Saved entries –
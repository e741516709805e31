// Prep days: print estimates, a member's printers and filament prices, and shoot kits (what to print
// for a shoot, on which printer, and whether it survives the shoot). The arithmetic is in
// shared/kit-summary.ts; this loads the figures and keeps the rules of who may do what.
import { Op, type Sequelize, type Transaction } from 'sequelize';
import type {
  EstimateResult,
  KitDetail,
  KitItemInfo,
  KitList,
  KitCrewShareList,
  KitShareList,
  KitSummaryResponse,
  PrinterInfo,
  PrinterList,
  PriceSheetInfo,
} from '@shared/api/planning';
import { DEFAULT_BED_MARGIN_MM, DEFAULT_PRICE_PER_KG, estimateFromSlices, estimatePrint, lineWidthFor, type PartGeometry, type PrintEstimate, type PrintSettings } from '@shared/estimate';
import type { ModelFileAnalysis } from '@shared/mesh';
import type { SliceProfile } from '@shared/slice';
import { summariseKit, type KitPlanItem } from '@shared/kit-summary';
import { MADE_PART_RECIPE } from '@shared/schemas/make';
import { madeTitle } from '../make/service';
import { heatExposureInfo } from '@shared/materials';
import { meshConcerns, type MeshSoundness } from '@shared/mesh/concerns';
import {
  MAX_KIT_ITEMS,
  MAX_KITS,
  MAX_PRINTERS,
  type EstimateInput,
  type KitInput,
  type KitItemInput,
  type KitItemPatch,
  type KitPatch,
  type KitCrewSharesInput,
  type KitSharesInput,
  type PriceSheetInput,
  type PrinterInput,
  type PrinterPatch,
} from '@shared/schemas/planning';
import { Crew, CrewMember, Kit, KitCrewShare, KitItem, KitShare, Part, PartFile, PartRevision, PriceSheet, Printer, Recipe, RevisionFile, User } from '../../db/models';
import { transact } from '../../db/transaction';
import { AppError } from '../../errors';
import type { FileStorage } from '../files/storage';
import { keysOf } from '../files/stored-files';
import type { SliceQueue } from './slice-queue';
import type { EvidenceService } from '../evidence/service';
import type { Alerts } from '../notices/alerts';
import { audienceOf, crewAllows, findVisiblePart, seesUnpublished, type PartAudience } from '../parts/access';
import { findKit } from './access';
import { kitCsv, kitCsvFileName } from './export';
import { DEFAULT_CURRENCY } from '@shared/money';
import { effectivePrices, isOnShelfForKits, loadItems, presentCrewShares, presentItem, presentKit, presentKitList, presentPrinter, presentPriceSheet, presentShares } from './presenter';

export interface PlanningDeps {
  sequelize: Sequelize;
  /** Where stored model files live, for slicing them. */
  storage: FileStorage;
  /** Slices model files in a worker thread. */
  slicer: SliceQueue;
  /** Outcome warnings from set reports, per part. */
  evidence: Pick<EvidenceService, 'evidenceFor'>;
  /** Tells a member a kit was shared with them (bell and mail, as their settings allow). */
  alerts?: Alerts;
}

function fieldError(field: string, message: string) {
  return new AppError(422, 'validation_failed', message, { [field]: message });
}

/** Empty text means "none". */
function textOrNull(value: string | null | undefined): string | null {
  return value === undefined || value === null || value === '' ? null : value;
}

/** Only the keys that were sent: an update changes what it names. */
function defined<T extends object>(values: T): Partial<T> {
  return Object.fromEntries(Object.entries(values).filter(([, v]) => v !== undefined)) as Partial<T>;
}

/** What a crew should know about a model before trusting an estimate made from it. */
function soundnessNotes(name: string, a: MeshSoundness): string[] {
  const concerns = meshConcerns(a);
  if (!concerns.length) return [];
  const trust = a.watertight ? 'check the model before printing' : 'its volume and this estimate may be off';
  return [`${name}: ${concerns.join('; ')}, so ${trust}.`];
}

const noFile = () => AppError.notFound('There is no model file with that id on the shelf.');

async function visibleModelFile(viewer: User | undefined, fileId: number): Promise<PartFile> {
  const file = await PartFile.findByPk(fileId);
  if (!file) throw noFile();
  let part: Part;
  try {
    part = await findVisiblePart(viewer, file.partId);
  } catch (err) {
    if (err instanceof AppError && err.status === 404) throw noFile();
    throw err;
  }
  const revisionIds = seesUnpublished(viewer, part)
    ? (await PartRevision.findAll({ where: { partId: part.id }, attributes: ['id'] })).map((r) => r.id)
    : [part.publishedRevisionId!];
  const linked = await RevisionFile.count({ where: { fileId, revisionId: { [Op.in]: revisionIds } } });
  if (!linked) throw noFile();
  if (file.kind !== 'model') {
    throw fieldError('fileId', `That file is a ${file.kind === 'photo' ? 'photo' : 'source file'}, not a model; choose the part’s STL or 3MF file.`);
  }
  if (!file.analysis) throw fieldError('fileId', 'That model file has no mesh figures, so there is nothing to estimate from.');
  return file;
}

/** A part that can go in a kit: on the shelf now. Missing and unpublished parts get the same answer. */
async function shelfPart(viewer: User, partId: number, transaction?: Transaction): Promise<Part> {
  const part = await Part.findByPk(partId, { transaction });
  if (!part || !isOnShelfForKits(part) || !crewAllows(await audienceOf(viewer, transaction), part)) {
    throw fieldError('partId', 'Only parts that are on the shelf can go in a kit; that one is not. Pick a part from the shelf.');
  }
  return part;
}

/** The default is the first set-ready recipe, else the first recipe. */
function defaultRecipe(recipes: Recipe[]): Recipe | null {
  return recipes.find((r) => r.purpose === 'set-ready') ?? recipes[0] ?? null;
}

async function publishedRecipe(part: Part, recipeId: number | null | undefined, transaction?: Transaction): Promise<Recipe> {
  if (recipeId) {
    const recipe = await Recipe.findOne({ where: { id: recipeId, revisionId: part.publishedRevisionId! }, transaction });
    if (!recipe) throw fieldError('recipeId', 'That recipe is not one of this part’s published recipes; pick one from the part’s page.');
    return recipe;
  }
  const recipes = await Recipe.findAll({ where: { revisionId: part.publishedRevisionId! }, order: [['position', 'ASC']], transaction });
  const recipe = defaultRecipe(recipes);
  if (!recipe) throw fieldError('recipeId', 'This part has no published recipe to print it with.');
  return recipe;
}

async function ownersPrinter(kit: Kit, printerId: number | null | undefined, transaction?: Transaction): Promise<number | null> {
  if (printerId === null || printerId === undefined) return null;
  const printer = await Printer.findOne({ where: { id: printerId, ownerId: kit.ownerId }, transaction });
  if (!printer) throw fieldError('printerId', 'That printer is not one of the kit owner’s printers; pick one of theirs or none.');
  return printer.id;
}

function printerRef(printer: Printer | null): KitPlanItem['printer'] {
  return printer ? { id: printer.id, name: printer.name, bedMm: printer.bedMm(), bedMarginMm: printer.bedMarginMm, nozzleMm: printer.nozzleMm, watts: printer.watts } : null;
}

/** A made item is planned from the mesh figures measured when it was added, with the made-part settings. */
function madePlan(item: KitItem): KitPlanItem {
  const g = item.makeGeometry;
  const r = MADE_PART_RECIPE;
  return {
    id: item.id,
    title: madeTitle(item.makeKind!, item.makeParams ?? {}),
    quantity: item.quantity,
    geometry: g ? { volumeMm3: g.volumeMm3, areaMm2: g.areaMm2, sizeMm: g.sizeMm } : null,
    slices: null,
    settings: { material: item.material ?? 'PETG', ...r },
    printer: printerRef(item.printer ?? null),
    safety: { carriesLoad: g?.loadBearing ?? false, overhead: false, vehicle: false, heat: false },
    // made to size: nobody has tested these sizes
    testedLoadKg: null,
    evidenceWarnings: [],
    boughtPriceEach: item.boughtPriceEach,
    servicePriceEach: item.servicePriceEach,
    serviceShipping: item.serviceShipping,
    notes: [`Made to size: planned from the made part’s figures with ${r.layerMm} mm layers, ${r.walls} walls and ${r.infillPct} % infill.`],
  };
}

function checkDates(startsOn: string | null, endsOn: string | null) {
  if (startsOn && endsOn && startsOn > endsOn) throw fieldError('endsOn', 'The last shoot day cannot be before the first.');
}

type FileWithPosition = PartFile & { RevisionFile?: { position: number } };

function modelFilesOf(revision: PartRevision | undefined): PartFile[] {
  const files = [...((revision?.files ?? []) as FileWithPosition[])];
  files.sort((a, b) => (a.RevisionFile?.position ?? 0) - (b.RevisionFile?.position ?? 0));
  return files.filter((f) => f.kind === 'model');
}
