// The demo shelf: numbered seeders (NNNN-name.ts, beside this file) that go through the running
// app's services, so demo data obeys the real rules. They live outside server/db/ because they use
// the services, and the database layer must not.
import type { Sequelize } from 'sequelize';
import { runSteps, withSchemaLock, type MigrationContext, type MigrationFn } from '../db/migrator';
import type { EvidenceService } from '../modules/evidence/service';
import type { UploadDirs } from '../modules/files/storage';
import type { PartsService } from '../modules/parts/service';
import type { PrintRequestsService } from '../modules/print-requests/service';
import type { ReviewService } from '../modules/review/service';

export interface SeedServices {
  parts: PartsService;
  review: ReviewService;
  evidence: EvidenceService;
  dirs: UploadDirs;
  printRequests?: PrintRequestsService;
}

export interface SeedContext extends MigrationContext {
  /** The running app's services, for demo data that goes through the real rules. */
  services?: SeedServices;
}

export type SeedFn = MigrationFn<SeedContext>;

/** Runs the demo seeders that have not run on this database yet (up to and including `to`, a seeder's name). */
export async function seedDemo(sequelize: Sequelize, services: SeedServices, options: { to?: string } = {}): Promise<string[]> {
  const seeders = runSteps<SeedContext>(import.meta.dirname, 'schema_seeds', { queryInterface: sequelize.getQueryInterface(), sequelize, services });
  const done = await withSchemaLock(sequelize, () => seeders.up(options.to ? { to: options.to } : {}));
  return done.map((m) => m.name);
}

Your goal – Every line from the line containing "async function visibleModelFile(viewer: User" through the line containing "part = await findVisiblePart(viewer, file.partId);" in the records above must be retyped exactly. Leave out the rest.

Problem solution –
async function visibleModelFile(viewer: User | undefined, fileId: number): Promise<PartFile> {
  const file = await PartFile.findByPk(fileId);
  if (!file) throw noFile();
  let part: Part;
  try {
    part = await findVisiblePart(viewer, file.partId);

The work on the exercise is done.